[Stored items]

"""DeckLoadPerSailing: deck load per sailing

PySpark DataFrame version of the Hadoop MapReduce job "deck load per sailing", written by mrlift.

Original classes:
    driver       net.brindleharbour.ferry.DeckLoadPerSailing  (DeckLoadPerSailing.java:21-69)
    mapper       net.brindleharbour.ferry.DeckLoadPerSailing.LoadMapper  (DeckLoadPerSailing.java:23-40)
    combiner     net.brindleharbour.ferry.DeckLoadPerSailing.TotalReducer  (DeckLoadPerSailing.java:42-55)
    reducer      net.brindleharbour.ferry.DeckLoadPerSailing.TotalReducer  (DeckLoadPerSailing.java:42-55)

What it computes: per key: sum of the mapper's values, sorted by key. Shapes: filter, parse and
emit, sum per key.
Status: converted.

Usage (the same positional arguments as the original driver):
    spark-submit deck_load_per_sailing.py <input_path> <output_path>

Semantics kept from Java/Hadoop: see the helper docstrings. Java int/long overflow in
row arithmetic raises an error here (ANSI mode) instead of wrapping silently.
Note: combiner TotalReducer writes a partial sum of the values the reducer aggregates (it is the reducer itself); Spark's groupBy merges partial aggregates itself, so there is nothing to convert for it

Findings (the original does this and so does this script; decide whether to keep it):
    DeckLoadPerSailing.java:33  [char-arithmetic]
        arithmetic on a char works on its UTF-16 code unit number and gives an int ('a' + 1 is
        98, not "a1" and not 'b'; JLS 5.6.2); the script does the same
    DeckLoadPerSailing.java:50  [narrowing-assignment]
        `sum += ...` adds a long into the int `sum`: Java keeps the low 32 bits after every
        addition (JLS 15.26.2), so a sum past 2147483647 wraps around to a negative number; the
        script does the same

Verify this script on real data before it replaces the production job: compare its
output with the original job's output on a representative sample of real data.
"""

from __future__ import annotations

import argparse
import sys

from pyspark.sql import Column, DataFrame, SparkSession
from pyspark.sql import functions as F


def drop_trailing_empty(parts: Column) -> Column:
    """The array without its trailing empty strings (all of them where every one is empty)."""
    last = F.array_max(F.transform(parts, lambda x, i: F.when(x != "", i + 1).otherwise(0)))
    return F.slice(parts, 1, F.coalesce(last, F.lit(0)))


def java_split(s: Column, regex: str) -> Column:
    """String.split(regex): Java drops trailing empty strings (F.split alone keeps them), except
    where the regex matched nothing: then the one piece is the whole string, "" included."""
    parts = F.split(s, regex, -1)
    return F.when(F.size(parts) == 1, parts).otherwise(drop_trailing_empty(parts))


def fail_where_java_throws(value: Column, source: Column, exception: str) -> Column:
    """Fail the job where Java would have thrown (an uncaught exception fails the Hadoop task)."""
    message = F.concat(F.lit(exception + ': For input string: "'), source, F.lit('"'))
    return F.when(value.isNotNull(), value).otherwise(F.raise_error(message))


JAVA_INT = r"^[+-]?[0-9]+\z"  # Integer.parseInt / Long.parseLong grammar (ASCII digits, no spaces)


def java_parse_int(s: Column, *, skip_bad_record: bool = False) -> Column:
    """Integer.parseInt: NULL (record skipped) or a failed job exactly where Java throws."""
    value = F.when(s.rlike(JAVA_INT), s.try_cast("int"))
    return value if skip_bad_record else fail_where_java_throws(value, s, "NumberFormatException")


def java_parse_long(s: Column, *, skip_bad_record: bool = False) -> Column:
    """Long.parseLong: NULL (record skipped) or a failed job exactly where Java throws."""
    value = F.when(s.rlike(JAVA_INT), s.try_cast("bigint"))
    return value if skip_bad_record else fail_where_java_throws(value, s, "NumberFormatException")


def wrap_int(c: Column) -> Column:
    """Java int overflow wraps around (keeps the low 32 bits); Spark widens or raises instead."""
    low = c.cast("bigint").bitwiseAND(F.lit(4294967295))
    return F.when(low >= 2147483648, low - 4294967296).otherwise(low).cast("int")


def _col(v) -> Column:
    return v if isinstance(v, Column) else F.lit(v)


def java_int_add(a, b) -> Column:
    """int + int with Java's wrap-around (Spark's ANSI mode would raise on overflow)."""
    return wrap_int(_col(a).cast("bigint") + _col(b))


def java_int_sub(a, b) -> Column:
    """int - int with Java's wrap-around."""
    return wrap_int(_col(a).cast("bigint") - _col(b))


def java_int_mul(a, b) -> Column:
    """int * int with Java's wrap-around."""
    return wrap_int(_col(a).cast("bigint") * _col(b))


def java_int_div(a, b) -> Column:
    """Java int division truncates toward zero (Spark's `/` gives a double); MIN_VALUE / -1 wraps."""
    return wrap_int(F.call_function("div", _col(a), _col(b)))


def java_length(s: Column) -> Column:
    """String.length() counts UTF-16 code units (F.length counts code points)."""
    return (F.octet_length(F.encode(s, "UTF-16BE")) / 2).cast("int")


def java_substring(
    s: Column, begin: Column, end: Column | None = None, *, skip_bad_record: bool = False
) -> Column:
    """String.substring(begin[, end]) on UTF-16 indexes; out of range throws StringIndexOutOfBoundsException."""
    n = java_length(s)
    stop = n if end is None else end
    ok = (begin >= 0) & (stop <= n) & (begin <= stop)
    units = F.encode(s, "UTF-16BE")  # Java indexes UTF-16 code units, Spark counts code points
    value = F.decode(F.substr(units, begin * 2 + 1, (stop - begin) * 2), "UTF-16BE")
    if skip_bad_record:
        return F.when(ok, value)
    return F.when(ok, value).otherwise(
        F.raise_error(F.lit("StringIndexOutOfBoundsException in substring"))
    )


def wrap_long(c: Column) -> Column:
    """Java long overflow wraps around; c is an exact integral value (DECIMAL(38,0))."""
    offset = F.lit("9223372036854775808").cast("decimal(38,0)")
    modulus = F.lit("18446744073709551616").cast("decimal(38,0)")
    return (F.pmod(c.cast("decimal(38,0)") + offset, modulus) - offset).cast("bigint")


def java_long_div(a, b) -> Column:
    """Java long division: truncates toward zero; Long.MIN_VALUE / -1 wraps to Long.MIN_VALUE."""
    a, b = _col(a), _col(b)
    return F.when(b == -1, wrap_long(-a.cast("decimal(20,0)"))).otherwise(
        F.call_function("div", a, b)
    )


def java_char_code(c: Column) -> Column:
    """A char as an int: its UTF-16 code unit (a char here is one code unit of the BMP)."""
    return F.conv(F.hex(F.encode(c, "UTF-16BE")), 16, 10).cast("int")


def build(spark: SparkSession, input_path: str) -> DataFrame:
    """The job's output rows as columns `key` and `value`, before the text layout."""
    # TextInputFormat: one row per line, column `value` (LF, CRLF and CR end a line)
    lines = spark.read.text(input_path)

    # Map side: narrow, row by row (no shuffle) — DeckLoadPerSailing.java
    map_output = (
        lines
        # DeckLoadPerSailing.java:26  String[] f = value.toString().split(",");
        .withColumn("f", java_split(F.col("value"), ","))
        # DeckLoadPerSailing.java:27  if (f.length < 4 || f[1].isEmpty()) {
        .where(~((F.size(F.col("f")) < 4) | (F.length(F.col("f")[1]) == 0)))
        # DeckLoadPerSailing.java:31  long grams = Long.parseLong(f[2]);
        .withColumn("grams", java_parse_long(F.col("f")[2], skip_bad_record=True))
        # DeckLoadPerSailing.java:31  catch: skip the record
        .where(F.col("grams").isNotNull())
        # DeckLoadPerSailing.java:32  int vehicles = Integer.parseInt(f[3]);
        .withColumn("vehicles", java_parse_int(F.col("f")[3], skip_bad_record=True))
        # DeckLoadPerSailing.java:32  catch: skip the record
        .where(F.col("vehicles").isNotNull())
        # DeckLoadPerSailing.java:33  int deck = f[1].charAt(0) - 'A';
        .withColumn(
            "deck",
            java_int_sub(java_char_code(java_substring(F.col("f")[1], F.lit(0), F.lit(1))), 65),
        )
        # DeckLoadPerSailing.java:34  double perVehicle = (int) (grams / 1000) / vehicles;
        .withColumn(
            "perVehicle",
            F.when(
                F.col("vehicles") != 0,
                java_int_div(wrap_int(java_long_div(F.col("grams"), 1000)), F.col("vehicles")),
            ).cast("double"),
        )
        # DeckLoadPerSailing.java:34  catch: skip the record
        .where(F.col("perVehicle").isNotNull())
        # DeckLoadPerSailing.java:35  context.write(new Text(f[0] + "/deck" + deck + "/" + perVehicle), new LongWritable(gram...  (map output: key, value)
        .select(
            F.concat(
                F.col("f")[0],
                F.lit("/deck"),
                F.col("deck").cast("string"),
                F.lit("/"),
                F.col("perVehicle").cast("string"),
            ).alias("key"),
            F.col("grams").alias("value"),
        )
    )

    # Reduce side: wide — rows are shuffled so all values of a key meet (DeckLoadPerSailing.java:45)
    result = (
        map_output.groupBy("key").agg(
            # DeckLoadPerSailing.java:50  sum += v.get();
            wrap_int(F.sum(F.col("value"))).alias("sum"),
        )
        # DeckLoadPerSailing.java:53  context.write(key, total);
        .select(F.col("key"), F.col("sum").cast("bigint").alias("value"))
    )
    return result


def write_text_output(result: DataFrame, output_path: str, *, dry_run: bool = False) -> None:
    """Lay rows out as Hadoop's TextOutputFormat: key, TAB, value as Java's toString prints them.

    A NULL side (NullWritable) is left out together with its separator.
    """
    # One reducer wrote one file sorted by key: the same here (wide: one shuffle into one partition).
    rows = result.repartition(1).sortWithinPartitions("key")
    lines = rows.where(F.col("key").isNotNull() | F.col("value").isNotNull()).select(
        F.concat_ws("\t", F.col("key").cast("string"), F.col("value").cast("string")).alias("value")
    )
    if dry_run:
        lines.write.format("noop").mode("overwrite").save()  # run everything, write nothing
        return
    # Like Hadoop: refuse to write into an existing output folder.
    lines.write.mode("errorifexists").text(output_path)


def main(argv: list[str] | None = None) -> int:
    parser = argparse.ArgumentParser(
        description="Run deck load per sailing on Spark (converted by mrlift)."
    )
    parser.add_argument("input_path", help="input path (args[0] of the original driver)")
    parser.add_argument("output_path", help="output folder (args[1] of the original driver)")
    parser.add_argument(
        "-D",
        dest="defines",
        action="append",
        default=[],
        metavar="NAME=VALUE",
        help="a job setting, as Hadoop's GenericOptionsParser takes it (settings this job does not read are ignored)",
    )
    parser.add_argument(
        "--dry-run", action="store_true", help="run the whole job but write nothing"
    )
    parser.add_argument(
        "--explain", action="store_true", help="print Spark's physical plan and exit"
    )
    args = parser.parse_args(argv)
    spark = (
        SparkSession.builder.appName("deck load per sailing (mrlift)")
        .config("spark.sql.ansi.enabled", "true")  # errors where Java throws, never silent NULLs
        .getOrCreate()
    )
    result = build(spark, args.input_path)
    if args.explain:
        result.explain(mode="formatted")
        return 0
    write_text_output(result, args.output_path, dry_run=args.dry_run)
    return 0


if __name__ == "__main__":
    sys.exit(main())
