# ---------------------------------------------------------------- the first value of a secondary sort
BOARD = Path(__file__).resolve().parent.parent / "golden" / "cases" / "secondary_sort" / "departure_board"
FOR_EACH = """            for (Text ride : rides) {
                // the key moves with the values: here it is this ride's own station and time
                context.write(new Text(key.getStation() + " " + key.getStartedAt()), ride);
            }"""
LATEST_THEN_REST = """            Iterator<Text> it = rides.iterator();
            Text latest = new Text(it.next());  // the sort puts the latest ride first
            while (it.hasNext()) {
                Text earlier = it.next();
                context.write(new Text(key.getStation() + " after " + latest), earlier);
            }"""
RIDES = ("ride_id,bike,start_station,end_station,started_at\n"
         "r1,b1,Quayside,Old Mill,2024-05-01 08:15\nr2,b2,Old Mill,Quayside,2024-05-01 08:40\n"
         "r3,b3,Quayside,Lantern Sq,2024-05-01 09:05\nr4,b4,Ærøskøbing,Quayside,2024-05-01 08:00\n"
         "r5,b5,Quayside,Old Mill,2024-05-01 07:30\nr6,b6,Old Mill,Lantern Sq,2024-05-02 23:59\n")


def _board(reducer_body: str, edit=lambda s: s) -> dict[str, str]:
    files = {p.name: p.read_text(encoding="utf-8") for p in BOARD.glob("*.java")}
    board = files["DepartureBoard.java"].replace(FOR_EACH, reducer_body)
    files["DepartureBoard.java"] = edit(board.replace("import java.io.IOException;",
                                                      "import java.io.IOException;\nimport java.util.Iterator;"))
    return files


def test_the_first_value_of_a_secondary_sort_group_is_read(tmp_path):
    (job,) = scan_text(tmp_path, _board(LATEST_THEN_REST)).jobs
    assert job.status == "converted", [(h.category, h.reason) for h in job.plan.hand_work]
    assert job.plan.reduce.first_value and len(job.plan.reduce.group) == 1 and len(job.plan.reduce.order) == 2


@pytest.mark.parametrize("body, why", [
    (LATEST_THEN_REST.replace("new Text(it.next())", "it.next()"), "holds the value object itself"),
    (LATEST_THEN_REST.replace("while (it.hasNext()) {\n                Text earlier = it.next();",
                              "for (Text earlier : rides) {"), "a for-each over the values after taking the first"),
    (LATEST_THEN_REST.replace("Text earlier = it.next();", "Text earlier = it.next(); it.next();"),
     "exactly one value per iteration"),
])
def test_first_value_forms_that_are_declined(tmp_path, body, why):
    (job,) = scan_text(tmp_path, _board(body)).jobs
    assert job.status != "converted" and any(why in h.reason for h in job.plan.hand_work), job.plan.hand_work


def test_without_a_grouping_comparator_the_first_value_is_not_defined(tmp_path):
    files = _board(LATEST_THEN_REST, lambda s: s.replace("job.setGroupingComparatorClass(SameStation.class);", ""))
    (job,) = scan_text(tmp_path, files).jobs
    (item,) = [h for h in job.plan.hand_work if h.category == "value-order"]
    assert "which value is first was not defined" in item.reason


@pytest.mark.parity
def test_the_first_value_of_a_group_agrees_with_hadoop(tmp_path):
    files = _board(LATEST_THEN_REST)
    check = verify_one_job(tmp_path, files.pop("DepartureBoard.java"), {"rides.csv": RIDES.encode()},
                           driver="DepartureBoard", more=files)
    assert check.verdict == "agrees", f"{check.detail}\n{check.log[-3000:]}"
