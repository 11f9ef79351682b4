"""Read a driver's Job / JobConf calls into a JobSpec: classes, types, formats, paths, conf, reducers."""
from __future__ import annotations


from dataclasses import dataclass, field, replace

from javalang import tree as T

from migrate.java.index import ClassIndex, ClassInfo, node_lines
from migrate.java.literals import argument_test, string_value
from migrate.plan import Span


@dataclass(frozen=True)
class PathRef:
    """Where a job path comes from: `args[i]` of the driver, a literal, or something unreadable."""

    # "arg" | "args" (a run of arguments, from a loop over them) | "literal" | "computed" (made at run
    # time: from arguments, or held in a local; `text` says how, and names it) | "unknown"
    kind: str
    index: int | None = None  # "arg": args[index]; "args": the run's first argument
    literal: str | None = None
    text: str = ""
    split_commas: bool = False  # FileInputFormat's String overloads read "a,b" as two paths
    # "arg": args[args.length - from_end] (index None); "args": the run stops from_end before the end
    from_end: int | None = None
    # "computed" from arguments and literals alone: its pieces in order, ("arg", i) or ("str", text)
    parts: tuple[tuple[str, object], ...] | None = None

    @property
    def shown(self) -> str:
        """How the driver names the argument(s): `args[1]`, `args[args.length - 1]`, `args[0 .. length - 2]`."""
        if self.kind == "arg" and self.from_end is not None:
            return f"args[args.length - {self.from_end}]"
        if self.kind == "arg":
            return f"args[{self.index}]"
        if self.kind == "args":
            return f"args[{self.index} .. args.length - {self.from_end + 1}]"
        return self.literal if self.kind == "literal" else self.text


@dataclass(frozen=True)
class CacheFile:
    """A file shipped to every task (the distributed cache): its path and the `#name` link, if any."""

    path: PathRef
    line: int
    link: str | None = None


@dataclass(frozen=True)
class ChainLink:
    """One class of a ChainMapper / ChainReducer chain with the key/value classes it declares."""

    role: str  # "map" (ChainMapper.addMapper), "reduce" (ChainReducer.setReducer), "map-after" (ChainReducer.addMapper)
    cls: str
    types: tuple[str, str, str, str]  # input key, input value, output key, output value (fully qualified)
    line: int
    own_conf: bool  # the link gets a Configuration with settings of its own


@dataclass(frozen=True)
class Mode:
    """A driver that configures different jobs by the value of one argument (`if
    (args[0].equals("combiner")) ... else if ...`, or a `switch`): this job is the branch the driver
    takes when args[index] is `value` (None: a value that none of the tests accepts). Any argument
    that gives the same answer to every one of the driver's tests takes the same branch."""

    index: int
    value: str | None
    tests: tuple[tuple[str, bool], ...]  # (literal, ignore_case) of every test of args[index], in order
    line: int  # the first test

    @property
    def label(self) -> str:
        return self.value if self.value is not None else "other"


@dataclass
class JobSpec:
    """What a driver configures for one MapReduce job."""

    driver: ClassInfo
    method: str  # "main" or "run"
    name: str
    api: str
    origin: Span
    classes: dict[str, str] = field(default_factory=dict)  # role -> fully qualified class
    types: dict[str, str] = field(default_factory=dict)  # map_key/map_value/out_key/out_value -> fqcn
    input_format: str | None = None
    output_format: str | None = None
    inputs: list[PathRef] = field(default_factory=list)
    output: PathRef | None = None
    conf: dict[str, str] = field(default_factory=dict)
    num_reduces: int | None = None
    deletes_output: bool = False
    unread: list[tuple[int, str]] = field(default_factory=list)  # (line, call text) the reader skipped
    call_lines: dict[str, int] = field(default_factory=dict)  # job method name -> line of the call
    submitted_at: list[int] = field(default_factory=list)  # lines that submit this job
    usage: tuple[int, str, str, int] | None = None  # the usage check before it: (line, stream, text, exit code)
    replaced: list[tuple[int, str, str, str]] = field(default_factory=list)  # (line, call, earlier, later) class
    extra: list[tuple[str, int, str]] = field(default_factory=list)  # (category, line, text) needing hand work
    optional: set[str] = field(default_factory=set)  # settings made only when an optional argument is given
    # what the driver prints after the job from its counters: (line, pieces), a piece ("str", text) or
    # ("counter", findCounter's argument nodes); `println` ends it with a line break
    prints: list[tuple[int, tuple, bool]] = field(default_factory=list)
    # MultipleInputs.addInputPath: one (path, input format, mapper) per input, each with its own mapper
    branches: list[tuple[PathRef, str, str, int]] = field(default_factory=list)  # (path, format, mapper, line)
    # ChainMapper.addMapper / ChainReducer.setReducer / ChainReducer.addMapper, in call order
    chain: list[ChainLink] = field(default_factory=list)
    # job.addCacheFile / DistributedCache.addCacheFile, in order: what getCacheFiles()[i] is in a task
    cache_files: list[CacheFile] = field(default_factory=list)
    mode: Mode | None = None  # the branch of a driver that picks its job by an argument

    @property
    def reduces(self) -> int:
        """Number of reduce tasks (Hadoop's default is 1)."""
        return 1 if self.num_reduces is None else self.num_reduces


_JOB_CALLS = {
    "setMapperClass": "mapper", "setReducerClass": "reducer", "setCombinerClass": "combiner",
    "setPartitionerClass": "partitioner", "setSortComparatorClass": "sort_comparator",
    "setOutputKeyComparatorClass": "sort_comparator", "setGroupingComparatorClass": "grouping_comparator",
    "setOutputValueGroupingComparator": "grouping_comparator",
}
_TYPE_CALLS = {"setMapOutputKeyClass": "map_key", "setMapOutputValueClass": "map_value",
               "setOutputKeyClass": "out_key", "setOutputValueClass": "out_value"}
# Configuration-key constants of Hadoop library classes (Hadoop 3 javadoc, "Constant Field Values").
LIBRARY_CONSTANTS = {
    ("RegexMapper", "PATTERN"): "mapreduce.mapper.regex",
    ("RegexMapper", "GROUP"): "mapreduce.mapper.regexmapper..group",
    ("KeyValueLineRecordReader", "KEY_VALUE_SEPARATOR"): "mapreduce.input.keyvaluelinerecordreader.key.value.separator",
    ("TextOutputFormat", "SEPARATOR"): "mapreduce.output.textoutputformat.separator",
}
MAX_ARGUMENTS = 255  # a driver reading args[N] beyond this is not a command line mrlift rebuilds
_CONF_SETTERS = {"set", "setInt", "setLong", "setBoolean", "setFloat", "setDouble", "setStrings"}
_HARMLESS = {"setJarByClass", "setJar", "waitForCompletion", "submit", "setJobName", "exit", "println", "printf",
             "getInstance", "getConfiguration", "getRemainingArgs", "runJob", "print", "run", "getFileSystem", "get",
             "exists", "monitorAndPrintJob", "setSpeculativeExecution", "setMapSpeculativeExecution",
             "setReduceSpeculativeExecution", "printUsage", "printGenericCommandUsage", "setConf", "getConf",
             "isSuccessful", "currentTimeMillis"}
# Calls that read what a finished job left: its counters, or files (its output) opened by the driver.
_AFTER_JOB = {"getCounters", "open", "listStatus", "globStatus", "getJobState"}
# Calls and classes that change files (Hadoop FileSystem, java.io.File, java.nio.file.Files): in a
# driver, I/O outside the job's own output, which a script that only writes the output does not do.
_FILE_CHANGES = {"deleteOnExit", "renameTo", "mkdirs", "createNewFile", "copyFromLocalFile", "copyToLocalFile",
                 "moveFromLocalFile", "moveToLocalFile", "writeString", "deleteIfExists", "createFile",
                 "createDirectory", "createDirectories", "createTempFile", "fullyDelete", "createSymlink"}
# Names that change files only on a file system or Files/FileUtil (`sb.append`, `URI.create` do not).
_FS_CHANGES = {"create", "append", "rename", "copy", "move", "write", "setPermission", "setOwner", "setReplication",
               "setTimes", "truncate", "concat", "mkdir"}
_FILE_WRITERS = {"FileWriter", "FileOutputStream", "PrintWriter", "PrintStream", "RandomAccessFile"}


def read_drivers(index: ClassIndex) -> tuple[list[JobSpec], list[tuple[ClassInfo, int, str]]]:
    """All jobs configured by driver classes, and (class, line, message) for drivers not read."""
    specs, problems = [], []
    for cls in index:
        if "driver" not in cls.roles:
            continue
        method = _entry_method(cls, index)
        if method is None:
            problems.append((cls, cls.line_start, "driver has no main(String[]) or run(String[]) that could be read"))
            continue
        try:
            found = _read_driver(cls, index, method)
            specs.extend(found)
            submits = submissions(cls)
            read = {line for spec in found for line in spec.submitted_at}
            unread = [line for line in submits if line not in read]
            if unread:  # never silence: a job that runs is a job in the report
                problems.append((cls, unread[0], "the driver submits a job (line "
                                 f"{', '.join(map(str, unread))}) that mrlift could not read"
                                 + (": which Job or JobConf it runs was not found" if not found else
                                    f" (it read {len(found)} job{'s' if len(found) != 1 else ''}: "
                                    f"{', '.join(s.name for s in found)})")))
        except (AttributeError, TypeError, ValueError, KeyError, IndexError, RecursionError) as exc:
            # an unforeseen driver shape must not stop the batch: it is reported with its line
            problems.append((cls, method.position.line if method.position else cls.line_start,
                             f"driver could not be read ({type(exc).__name__}: {exc})"))
    return specs, problems


MAX_MODES = 16  # more branches on one argument than this is not a mode switch mrlift splits


def _read_driver(cls: ClassInfo, index: ClassIndex, method) -> list[JobSpec]:
    """The driver's jobs. Where it picks what to configure by testing one argument against string
    literals, each branch is read on its own (the value fixed) and becomes its own job: reading every
    branch into one job would mix the classes of all of them."""
    reader = _DriverReader(cls, index)
    reader.run(method)
    indexes = {t[0] for t in reader.arg_tests}
    if len(indexes) != 1:
        return reader.jobs()
    (at,) = indexes
    tests = tuple(dict.fromkeys((lit, ic) for _, lit, ic, _ in reader.arg_tests))
    values = list(dict.fromkeys(lit for lit, _ in tests))
    if len(values) > MAX_MODES:
        return reader.jobs()
    specs = []
    for value in [*values, None]:
        branch = _DriverReader(cls, index, fixed=(at, value))
        branch.run(method)
        mode = Mode(at, value, tests, min(line for _, _, _, line in reader.arg_tests))
        for spec in branch.jobs():
            spec.mode = mode
            specs.append(spec)
    return specs


def _is_print(s) -> bool:
    e = getattr(s, "expression", None)
    return isinstance(e, T.MethodInvocation) and e.qualifier == "System.out" and e.member in ("println", "print")


def _shown(v: tuple) -> str:
    """A driver value as the report shows a path made from it."""
    return {"str": lambda: '"' + v[1] + '"', "arg": lambda: f"args[{v[1]}]"}.get(v[0], lambda: str(v[1]))()


def submissions(cls: ClassInfo) -> list[int]:
    """Lines of the class that submit a job: waitForCompletion, JobClient.runJob/submitJob (JobControl
    has its own item)."""
    lines = []
    for _, n in cls.node:
        if isinstance(n, T.MethodInvocation) and n.member in ("waitForCompletion", "runJob", "submitJob"):
            lines.append(_line(n) or cls.line_start)
    return sorted(set(lines))


def _entry_method(cls: ClassInfo, index: ClassIndex):
    runs = [m for m in cls.methods("run") if len(m.parameters) == 1]
    if "tool" in cls.roles and runs:
        return runs[0]
    mains = [m for m in cls.methods("main") if "static" in m.modifiers]
    return mains[0] if mains else (runs[0] if runs else None)


COMPRESS = "mapreduce.output.fileoutputformat.compress"
COMPRESS_CODEC = "mapreduce.output.fileoutputformat.compress.codec"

▶ [What to produce]:
What are the lines above, starting at the one with "path: PathRef" and ending at the one with "usage: tuple[int, str, str, int]"? Give them again exactly, and only them.

▶ [Task solution]:
    path: PathRef
    line: int
    link: str | None = None


@dataclass(frozen=True)
class ChainLink:
    """One class of a ChainMapper / ChainReducer chain with the key/value classes it declares."""

    role: str  # "map" (ChainMapper.addMapper), "reduce" (ChainReducer.setReducer), "map-after" (ChainReducer.addMapper)
    cls: str
    types: tuple[str, str, str, str]  # input key, input value, output key, output value (fully qualified)
    line: int
    own_conf: bool  # the link gets a Configuration with settings of its own


@dataclass(frozen=True)
class Mode:
    """A driver that configures different jobs by the value of one argument (`if
    (args[0].equals("combiner")) ... else if ...`, or a `switch`): this job is the branch the driver
    takes when args[index] is `value` (None: a value that none of the tests accepts). Any argument
    that gives the same answer to every one of the driver's tests takes the same branch."""

    index: int
    value: str | None
    tests: tuple[tuple[str, bool], ...]  # (literal, ignore_case) of every test of args[index], in order
    line: int  # the first test

    @property
    def label(self) -> str:
        return self.value if self.value is not None else "other"


@dataclass
class JobSpec:
    """What a driver configures for one MapReduce job."""

    driver: ClassInfo
    method: str  # "main" or "run"
    name: str
    api: str
    origin: Span
    classes: dict[str, str] = field(default_factory=dict)  # role -> fully qualified class
    types: dict[str, str] = field(default_factory=dict)  # map_key/map_value/out_key/out_value -> fqcn
    input_format: str | None = None
    output_format: str | None = None
    inputs: list[PathRef] = field(default_factory=list)
    output: PathRef | None = None
    conf: dict[str, str] = field(default_factory=dict)
    num_reduces: int | None = None
    deletes_output: bool = False
    unread: list[tuple[int, str]] = field(default_factory=list)  # (line, call text) the reader skipped
    call_lines: dict[str, int] = field(default_factory=dict)  # job method name -> line of the call
    submitted_at: list[int] = field(default_factory=list)  # lines that submit this job
    usage: tuple[int, str, str, int] | None = None  # the usage check before it: (line, stream, text, exit code)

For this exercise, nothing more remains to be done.